I listened to all of the healthcare conference call yesterday. It left me with the impression that I've been developing for quite some time. There's not going to be any healthcare reform this year, and probably the best thing we can hope for at this time is no bill at all from Congress. If anything resembling the bill that's now festering in Congress passes, we're going to take longer to recover from its ramifications than will be required to start all over again on a reform effort at some point in the future.
You see, my friends, what is emerging from all this is the sad fact that the problem is us. It's not the President, it's not Congress, it's not the insurance industry, and it's not the pharmaceutical companies. It's us, the American people. And by that I mean that what we say we want isn't attainable.
Now admittedly part of the problem is the brokenness of political institutions. (How long has it been since Congress actually did something constructive as opposed to diddling around the edges with "feel good" legislation?) But the other part of the problem is that the wish list for healthcare reform which has been endorsed by President Obama and echoed widely elsewhere is mathematically impossible. The numbers just don't add up.
Here's what I'm hearing when I piece together all the speeches yesterday:
- universal healthcare
- a single-tiered system with no limits on access or procedures
- no "discrimination" in insurance, i.e. everyone gets insurance at the same cost no matter what the person's health
- no rise in premiums that people are currently paying
- everybody gets to keep their present insurance if they like it
- no "death panels" to decide whether an end-of-life patient qualifies for every conceivable treatment that could possibly work
- no changes to Medicare coverage
There's something uniquely American about this wish list. It's egalitarianism run amok. Other countries don't engage in this kind of wishful thinking.
We've become a society that loves the "blame game." In the conference call yesterday, one of the speakers lamented a friend or relative who had died from brain cancer that had spread to many organs. The speaker said matter-of-factly that the acquaintance died because the insurance company denied treatment in a timely fashion. No, friends, the patient died of cancer. The insurance company may have behaved outrageously, and the delay in treatment may (or may not) have been a factor in the death. But death does happen, and our fantasy that every death is preventable if we just seek out the proper treatment is one of the main reasons that end-of-life healthcare costs in the U.S. dwarfs that of other countries.

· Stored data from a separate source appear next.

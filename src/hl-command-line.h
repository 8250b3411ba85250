/* hl-command-line.h — the headless commands: --summary, --export, --check
 *
 * SPDX-License-Identifier: GPL-3.0-or-later
 */
#pragma once

#include <glib.h>

G_BEGIN_DECLS

enum
{
  HL_EXIT_OK = 0,
  HL_EXIT_BAD_INPUT = 1,    /* bad file or values */
  HL_EXIT_BAD_USAGE = 2,    /* bad command line */
};

/* TRUE when @argv asks for a headless command (or help/version), which
 * must run without a display. */
gboolean hl_command_line_is_headless (int    argc,
                                      char **argv);

/* Runs the command; returns the process exit status. */
int      hl_command_line_run         (int    argc,
                                      char **argv);

G_END_DECLS
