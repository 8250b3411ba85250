/* main.c — decides: headless command (no display needed) or the window
 *
 * SPDX-License-Identifier: GPL-3.0-or-later
 */
#define G_LOG_DOMAIN "hoopline"

#include "hl-config.h"
#include "hl-command-line.h"
#include "hl-application.h"

#include <locale.h>
#include <glib/gi18n.h>

int
main (int    argc,
      char **argv)
{
  setlocale (LC_ALL, "");
  bindtextdomain (GETTEXT_PACKAGE, HL_LOCALEDIR);
  bind_textdomain_codeset (GETTEXT_PACKAGE, "UTF-8");
  textdomain (GETTEXT_PACKAGE);

  if (hl_command_line_is_headless (argc, argv))
    return hl_command_line_run (argc, argv);

  /* GTK is touched only from here on, so headless commands need no display */
  return hl_application_main (argc, argv);
}
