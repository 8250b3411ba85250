/* hl-window-main.c — hoopline-window: the GNOME application
 *
 * Started by hoopline for anything that is not a headless command.
 *
 * SPDX-License-Identifier: GPL-3.0-or-later
 */
#define G_LOG_DOMAIN "hoopline"

#include "hl-config.h"
#include "hl-application.h"
#include "hl-program-setup.h"

int
main (int    argc,
      char **argv)
{
  hl_program_setup_locale ();
  /* the launcher, the window class and the messages say "hoopline", the
   * program the user ran */
  g_set_prgname ("hoopline");
  return hl_application_main (argc, argv);
}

Often we hear it said, "If other countries like Canada and the UK can have universal health care, why can't we?" Well, we of course could have a system like the UK or Canada has, but that doesn't match our wish list. While in the UK last spring I observed that every subway car in London is plastered with ads for private health insurance. The private system runs alongside the public system. It's a much better system than we have in the U.S., but it's a tiered system. The people who buy into the private system get access to care that isn't available to people only in the public system. And that doesn't fit our national myth.
I think the system in the UK is superior to what we have now in the U.S. But to get from here to there, we have to give up some of the things on our wish list. My own opinion is that the most feasible approach is to forego changing the private system and instead build tax-paid "almost free" clinics alongside. Doctors would be on salary, and paperwork would be reduced dramatically. Yes, it would be costly, and yes there would have to be new taxes of some sort to pay for it. But the critics are right in that there's no such thing as a free lunch. And there's something in this for everybody. For the uninsured, it would provide basic medical coverage at minimal cost. And taking the uninsured out of our emergency rooms would benefit hospitals, free up emergency rooms for actually dealing with medical emergencies, and reduce hospital costs for everyone else.
When government lies to the people it's usually because the people don't want to hear the truth. That's just as true in the present healthcare debate as it was with the Iraq war. We didn't want to be told that victory in Iraq would have huge social or financial costs. We even now don't want to be told that we can't clean up the environment while maintaining dirt cheap gasoline prices. (So our government fumbles along trying to have it both ways.) And we don't want to be told that we can't have everything on our wish list as far as healthcare reform is concerned.
Read the excellent article by Bob Herbert of the NY Times if you haven't already. It appeared in the N&O today, but I saw it in the NY Times yesterday.